Listen to interview with Mark Grossi

Length: 14.31 minutes. Audio file type: mp3. Size: 5.81 MB

Hello, this is Joaquim Menezes, Web Editor of IT World Canada, welcoming you to another edition of Voices. Our guest today is Mark Grossi, chief technology officer at NCR’s Advanced Concepts Lab in Dundee, Scotland. Over the years, Mark has functioned as the “innovator par excellence,” bringing forward several key technologies, including mobile and voice-activated ATMs, iris scanning and identification, alternative power supplies that can be used in remote locations and much, much more. Mark was in Toronto last week demonstrating the use of fingerprint biometrics in self-service ATMs at the RBC Innovation Symposium held in the city. In this exclusive interview with IT World Canada, Mark describes his challenges and opportunities as an inventor and some of the really cool technologies that he and his team have brought forward in the recent years.

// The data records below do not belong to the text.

/**
 * Sparse complex LU of T(z) = z − H − Σ(z): a multifrontal factorisation
 * (Duff & Reid 1983, "The multifrontal solution of indefinite sparse symmetric
 * linear equations", ACM TOMS 9; Liu 1992, "The multifrontal method for sparse
 * matrix solution: theory and practice", SIAM Review 34) on the structurally
 * symmetric pattern, with threshold partial pivoting and delayed pivots.
 *
 * Analysis (once per pattern, SparseLuPlan.analyse):
 *  1. nested-dissection ordering (ordering.ts), geometric when sites are given;
 *  2. elimination tree of the symmetric pattern (Liu 1986, ACM TOMS 12), postorder;
 *  3. column counts of L by row subtrees, fundamental supernodes, then relaxed
 *     amalgamation of small supernodes into their parents (fewer, larger dense
 *     fronts: JavaScript pays per front, dense kernels are cheap);
 *  4. the index list of every front, the map of each child's contribution block
 *     into its parent, and where every matrix entry is assembled.
 *
 * Numeric factorisation (SparseLuPlan.factor, thousands of times per pattern):
 * fronts in postorder; each is assembled from the matrix entries and its
 * children's contribution blocks (extend-add), its fully-summed block is factorised
 * by factorFront (dense-complex.ts), the Schur complement goes on a stack for the
 * parent, except for a parent's last child (postorder puts the parent right after
 * it): two front buffers alternate, so that block is extend-added in place. A
 * finished factorisation may be passed back (factor(values, reuse)) so the next one
 * writes into its storage instead of allocating and faulting in fresh memory.
 *
 * Pivoting: within a front, rows may be exchanged among the fully-summed rows. A
 * pivot is accepted when |a_rp| ≥ u·max_r |a_rp| over its whole front column, u =
 * pivotThreshold (default 0.1, growth ≤ (1 + 1/u) per elimination step). A column
 * without an acceptable pivot is delayed to the parent front together with one
 * unused row, so a zero or tiny diagonal does not stop the factorisation; it only
 * makes the fronts above it larger. At a root nothing can be delayed: a remaining
 * column that is exactly zero means the matrix is exactly singular
 * (SingularMatrixError). Limits: many delays make fronts grow (more time and
 * memory than predicted by factorNonzeros/factorFlops); no scaling or static
 * pivoting is done, and a nearly singular matrix factorises without error (see
 * pivotRatio()).
 *
 * Result: P·A·Q = L·U with P, Q the row and column orders of the pivots (equal
 * unless pivoting exchanged rows or delayed columns).
 *
 * Kernels: by default the fronts, the extend-add and the contribution-block stack live
 * in a WebAssembly module with SIMD (front-kernel-wasm.ts, built from wasm/front-kernel.ts);
 * options.denseKernel = 'typescript' runs dense-complex.ts instead, the reference. Both
 * perform the same floating-point operations in the same order.
 */
import { assertCscPattern } from './complex-csc';
import {
  factorFront,
  lowerSolveFront,
  lowerSolveFrontPair,
  lowerTransposeSolveFront,
  upperSolveFront,
  upperSolveFrontPair,
  upperTransposeSolveFront,
} from './dense-complex';
import { WasmFrontKernel, wasmKernelAvailable } from './front-kernel-wasm';
import { invertPermutation, nestedDissectionOrder, symmetricAdjacency, type Adjacency } from './ordering';

export interface LuPlanOptions {
  /** Lattice coordinates (column i, row j) of every unknown → geometric nested dissection. */
  sites?: { i: Int32Array; j: Int32Array };
  /** An elimination order to use instead of nested dissection: perm[k] = original index of the k-th pivot. */
  permutation?: ArrayLike<number>;
  /** Threshold u in (0, 1] of the pivot test |a_rp| ≥ u·max|a_·p| (default 0.1; 1 = partial pivoting within fronts). */
  pivotThreshold?: number;
  /**
   * Which dense front kernel factorises the fronts: 'wasm' (WebAssembly with SIMD,
   * front-kernel-wasm.ts; the default where the runtime has it) or 'typescript'
   * (dense-complex.ts, the reference). Both give the same factors to rounding.
   */
  denseKernel?: 'wasm' | 'typescript';
}

/** Thrown when a pivot column is exactly zero after elimination: the matrix is exactly singular. */
export class SingularMatrixError extends Error {
  /** Original index of the unknown whose column had no nonzero pivot. */
  readonly column: number;
  constructor(column: number, detail: string) {
    super(`The matrix is exactly singular: ${detail}`);
    this.name = 'SingularMatrixError';
    this.column = column;
  }
}

/** Supernodes whose merged pivot count stays at or below this are always merged into their parent. */
const AMALGAMATE_ALWAYS = 4;
/** Up to this size, merging is accepted when at most this fraction of the merged front is explicit zeros. */
const AMALGAMATE_SMALL = 16;
const AMALGAMATE_SMALL_ZEROS = 0.3;
/** Any size: merging accepted when at most this fraction of stored entries are explicit zeros. */
const AMALGAMATE_ZEROS = 0.02;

Mark, perhaps we could start with your telling us a bit about the NCR Advanced Concepts Lab in Dundee, Scotland: how large is this facility? How many dedicated R&D staff it has? Do you have multiple research teams at the lab?… and so on and so forth.

Okay, yeah, I can certainly describe that. In Dundee, in what we call R&D, we have about 400 development engineers…mainly mechanical, engineering skills, electrical, electronic and software. And that percentage is growing in terms of…all those software engineers as we go through the evolution of the ATM. So it’s quite a significant investment in R&D. And on top of that we also have other centres in different parts of the world. So, for example, in India we have a software centre growing…And I think it’s about 100-110 software engineers right now. But within the establishment in Dundee, we have the research lab (this is the Futures lab), which is my area of responsibility. And we look just a little bit further into the future than the regular development guys. The regular development folk, working with ATMs, will see the next 18 months…that kind of time frame. My responsibilities are to look 3 – 5 years into the future.

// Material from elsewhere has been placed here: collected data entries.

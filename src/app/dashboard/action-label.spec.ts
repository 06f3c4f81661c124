import { actionDetail, actionLabel } from './action-label';

describe('actionLabel', () => {
  it('words the documented actions as verbs and spells out unknown codes', () => {
    expect(actionLabel('invitation.created')).toBe('invited');
    expect(actionLabel('member.removed')).toBe('removed');
    expect(actionLabel('run.pole_search-finished')).toBe('run pole search finished');
  });

  it('shows a role change as from → to, and nothing for other actions', () => {
    expect(actionDetail('member.role_changed', { userId: 'u', from: 'designer', to: 'reviewer' })).toBe('(designer → reviewer)');
    expect(actionDetail('member.role_changed', {})).toBe('');
    expect(actionDetail('member.removed', { from: 'a', to: 'b' })).toBe('');
  });
});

I’d like to shift tracks a bit, and get you to tell us more about your own career path. So how long have you been with NCR, and has your focus always been on new and innovative technologies?

Aha, I’m going to have to give my age away there. I graduated in ’79 at Dundee University, and I joined NCR that summer as an electronics designer. I was part of NCRs ongoing education, and I retrained as a software programmer and then as a systems engineer. I was one of the main engineers in what we call the sub generation of ATMs, during the 80s. My area of expertise was in communications. So I wrote the protocols and built the hardware for the ATMs to connect and to the different communications environments…such as SNA, HDLC and towards the end TCP…[which was] beginning to emerge. As we went into the 90s, I was asked to be NCRs representative at Bell Labs, when we merged with AT&T. That was an interesting five years or so, because it opened my eyes to…how to do advanced development, how to do research, how to drive a patent process. The most exciting one then was video conferencing because it was just beginning to emerge. We built video conferencing and ISDN together, and created the world’s first ATM with a video conference to the bank manager. When we were split out from Bell labs we set about creating our own mini-version of Bell labs if you like.

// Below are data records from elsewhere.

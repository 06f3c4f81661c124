import { HttpClient } from '@angular/common/http';
import { Injectable, inject } from '@angular/core';
import type { Observable } from 'rxjs';
import { type OutboxMessage, type OutboxSummary, listOutboxRoute, outboxMessageRoute } from '../../../shared/api/outbox';
import { parseAnswer } from '../core/http/parse-answer';

/** HTTP for the mail the local SMTP stand-in received (site operator only; 404 with a real mail host). */
@Injectable({ providedIn: 'root' })
export class OutboxApi {
  private readonly http = inject(HttpClient);

  list(): Observable<OutboxSummary[]> {
    return this.http.get('/api/outbox').pipe(parseAnswer(listOutboxRoute, 'list of messages'));
  }

  message(id: string): Observable<OutboxMessage> {
    return this.http.get(`/api/outbox/${encodeURIComponent(id)}`).pipe(parseAnswer(outboxMessageRoute, 'message'));
  }
}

The way that you’ve described your role, it seems to me that you have to combine two areas of expertise: one is R&D, but the other is a more practical marketing aspect. And I believe that one of your specialties is introducing emerging technologies into the commercial marketplace, and that you’ve formalized a methodology for that. So can you cite an example to illustrate some of the common challenges that would be encountered when commercializing a new technology and give me a sense of how you’ve dealt with these challenges?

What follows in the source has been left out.